REQUIRED ACTION - The answer must consist of each line below that contains the string "Index".

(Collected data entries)
== Segment start ==
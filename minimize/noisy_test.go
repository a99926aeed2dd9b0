package minimize

import (
	"context"
	"math"
	"testing"

	"github.com/tenter-go/tenter/action"
	"github.com/tenter-go/tenter/constraint"
	"github.com/tenter-go/tenter/field"
	"github.com/tenter-go/tenter/lattice"
)

// The least action of a noisy double well from one vacuum to the other, in a
// long time, is twice the energy of the barrier [Freidlin & Wentzell 1984, Random
// Perturbations of Dynamical Systems, chapter 4, theorem 3.1, from memory]. On a
// ring shorter than 2π the barrier is the uniform field 0, with ΔE = L/4: the
// path goes uphill against the flow and falls for nothing.
func TestLeastActionOverABarrier(t *testing.T) {
	ring := lattice.Axis{Step: 0.5, Sites: 4, Periodic: true}
	for _, span := range []float64{12, 20} {
		b, err := lattice.NewBlock(lattice.Axis{Step: 0.1, Sites: int(span/0.1) + 1}, ring)
		if err != nil {
			t.Fatal(err)
		}
		flow, err := action.NewNoisyFlow(b, action.GradientFlow{Energy: action.Wave{Potential: action.Phi4{}}})
		if err != nil {
			t.Fatal(err)
		}
		held := constraint.On(b)
		start := field.NewHistory(b, 1)
		for n := range b.Slices() { // a straight line from −1 to 1
			for i := range ring.Sites {
				start.Set(n, 0, i, 2*float64(n)/float64(b.Slices()-1)-1)
			}
		}
		held.Slice(0, start.Slice(0))
		held.Slice(b.Slices()-1, start.Slice(b.Slices()-1))
		found, err := Minimum(context.Background(), flow, held, start, nil)
		if err != nil {
			t.Fatalf("T = %g: %v", span, err)
		}
		// The finite time costs about e^{−T/2}, the stays near the vacua and the
		// top taking the rates 2 and 1; the averaged force keeps S ≥ 2ΔE exactly.
		want := 2 * ring.Length() / 4
		excess := found.Report.CostAfter - want
		if excess < -1e-9 || excess > math.Exp(-span/2) {
			t.Errorf("T = %g: action %.9f, want %g and at most %.1e more", span, found.Report.CostAfter, want, math.Exp(-span/2))
		}
		t.Logf("T = %g: action exceeds 2ΔE by %.2e, %d steps", span, excess, found.Report.Iterations)
	}
}
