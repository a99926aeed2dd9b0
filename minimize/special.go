package minimize

import (
	"cmp"
	"context"
	"errors"
	"fmt"
	"math"
	"slices"
)

// passed reports whether there is a fold or a branch point between a and b.
func (c *continuation) passed(a, b *curvePoint) (fold, branching bool) {
	fold = a.slope*b.slope < 0
	if a.Known && b.Known {
		change := abs(b.Index - a.Index)
		if fold {
			return true, change != 1
		}
		return false, change != 0
	}
	return fold, a.sign != 0 && a.sign*b.sign < 0
}

// between returns the points that stand between a and b, step apart, in order:
// folds, branch points and those at parameters that were asked for.
func (c *continuation) between(ctx context.Context, a, b *curvePoint, step float64) ([]*curvePoint, error) {
	var list []*curvePoint
	fold, branching := c.passed(a, b)
	if fold || branching {
		kind := Branching
		if fold {
			kind = Fold
		}
		q, err := c.locate(ctx, a, b, step, kind)
		if err != nil {
			return nil, fmt.Errorf("a %v point could not be located: %w", kind, err)
		}
		list = append(list, q)
	}
	// Between a fold and its neighbours the parameter is monotonic.
	ends := append(append([]*curvePoint{a}, list...), b)
	for _, v := range slices.Concat(c.set.At, []float64{c.set.Low, c.set.High}) {
		for k := 1; k < len(ends); k++ {
			lo, hi := ends[k-1], ends[k]
			if !(lo.Parameter < v && v <= hi.Parameter || hi.Parameter <= v && v < lo.Parameter) {
				continue
			}
			f := (v - lo.Parameter) / (hi.Parameter - lo.Parameter)
			if lo.Kind == Fold || hi.Kind == Fold { // parabolic there
				if f = math.Sqrt(f); hi.Kind == Fold {
					f = 1 - math.Sqrt((hi.Parameter-v)/(hi.Parameter-lo.Parameter))
				}
			}
			x := slices.Clone(lo.x)
			for i := range x {
				x[i] += f * (hi.x[i] - lo.x[i])
			}
			q, err := c.settle(ctx, x, v, lo)
			if err != nil {
				return nil, fmt.Errorf("parameter %g could not be met: %w", v, err)
			}
			if q.slope*(hi.Parameter-lo.Parameter) < 0 {
				return nil, fmt.Errorf("parameter %g was met on the other side of a fold", v)
			}
			q.Kind, q.Arc = Asked, lo.Arc+f*(hi.Arc-lo.Arc)
			list = append(list, q)
		}
	}
	slices.SortStableFunc(list, func(p, q *curvePoint) int { return cmp.Compare(p.Arc, q.Arc) })
	// Nothing follows the end of the branch.
	for k, q := range list {
		if q.Kind == Asked && (q.Parameter == c.set.Low || q.Parameter == c.set.High) {
			return list[:k+1], nil
		}
	}
	return list, nil
}

// locate finds the fold or branch point between a and b, step apart, as the zero
// of a test function along the arc: the slope of the parameter, or the eigenvalue
// of least modulus of the second variation. The method is regula falsi in the
// Illinois variant [Dowell & Jarratt 1971, BIT 11, 168].
func (c *continuation) locate(ctx context.Context, a, b *curvePoint, step float64, kind PointKind) (*curvePoint, error) {
	test := func(q *curvePoint) (float64, error) { return q.slope, nil }
	if kind == Branching {
		test = func(q *curvePoint) (float64, error) {
			sigma, err := c.softest(q)
			if q.Known && a.Known && q.Index != a.Index || !(q.Known && a.Known) && q.sign != a.sign {
				sigma = -sigma
			}
			return sigma, err
		}
	}
	fa, err := test(a)
	if err != nil {
		return nil, err
	}
	fb, err := test(b)
	if err != nil {
		return nil, err
	}
	lo, hi := 0.0, step
	scale := max(math.Abs(fa), math.Abs(fb))
	best, least := b, math.Abs(fb)
	if math.Abs(fa) < least {
		best, least = a, math.Abs(fa)
	}
	side := 0
	const most = 60
	for range most {
		s := (lo*fb - hi*fa) / (fb - fa)
		if !(s > lo && s < hi) {
			s = 0.5 * (lo + hi)
		}
		x, p := a.along(s)
		q, err := c.correct(ctx, x, p, a)
		// At a branch point the bordered matrix is singular, too.
		hit := (*singularMatrix)(nil)
		if errors.As(err, &hit) && kind == Branching {
			if q == nil && least > 1e-6*scale {
				return nil, err
			}
			if q != nil {
				q.Arc, q.tangent, q.slope, q.Slope = a.Arc+s, a.tangent, a.slope, a.slope
				best = q
			}
			break
		}
		if err != nil {
			return nil, err
		}
		q.Arc = a.Arc + s
		f, err := test(q)
		if err != nil {
			return nil, err
		}
		if math.Abs(f) < least {
			best, least = q, math.Abs(f)
		}
		if f == 0 || math.Abs(f) <= 1e-9*scale || hi-lo <= 1e-12*step {
			break
		}
		if f*fa > 0 {
			lo, fa = s, f
			if side == -1 {
				fb *= 0.5
			}
			side = -1
		} else {
			hi, fb = s, f
			if side == 1 {
				fa *= 0.5
			}
			side = 1
		}
	}
	special := *best
	special.Kind, special.Index, special.Known = kind, 0, false
	null := special.tangent
	if kind == Branching {
		if null, err = c.nullVector(&special); err != nil {
			return nil, err
		}
	}
	var top float64
	for _, v := range null {
		if math.Abs(v) > math.Abs(top) {
			top = v
		}
	}
	unit := make([]float64, len(null))
	for k, v := range null {
		unit[k] = v / top
	}
	special.Null = special.History.Clone()
	c.first.free.Expand(special.Null, unit)
	return &special, nil
}

// softest returns the modulus of the eigenvalue of the second variation that is
// nearest to zero.
func (c *continuation) softest(q *curvePoint) (float64, error) {
	sigma, _, err := c.smallest(q)
	return sigma, err
}

// nullVector returns its eigenvector.
func (c *continuation) nullVector(q *curvePoint) ([]float64, error) {
	_, v, err := c.smallest(q)
	return v, err
}

func (c *continuation) smallest(q *curvePoint) (sigma float64, vector []float64, err error) {
	if _, err := c.look(q.x, q.Parameter); err != nil {
		return 0, nil, err
	}
	if c.plain == nil {
		if c.plain, err = newEdged(c.grid, 0); err != nil {
			return 0, nil, err
		}
	}
	c.rep.Factorisations++
	// A matrix that is singular to rounding has a factor all the same.
	if err := c.plain.symmetricOnly(c.hess.values); err != nil {
		return 0, nil, err
	}
	sigma, vector, _ = c.plain.factor.Smallest(20)
	return sigma, vector, nil
}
== Segment end ==
ANSWER FOR THIS EXERCISE -
		change := abs(b.Index - a.Index)
			if q.Known && a.Known && q.Index != a.Index || !(q.Known && a.Known) && q.sign != a.sign {
	special.Kind, special.Index, special.Known = kind, 0, false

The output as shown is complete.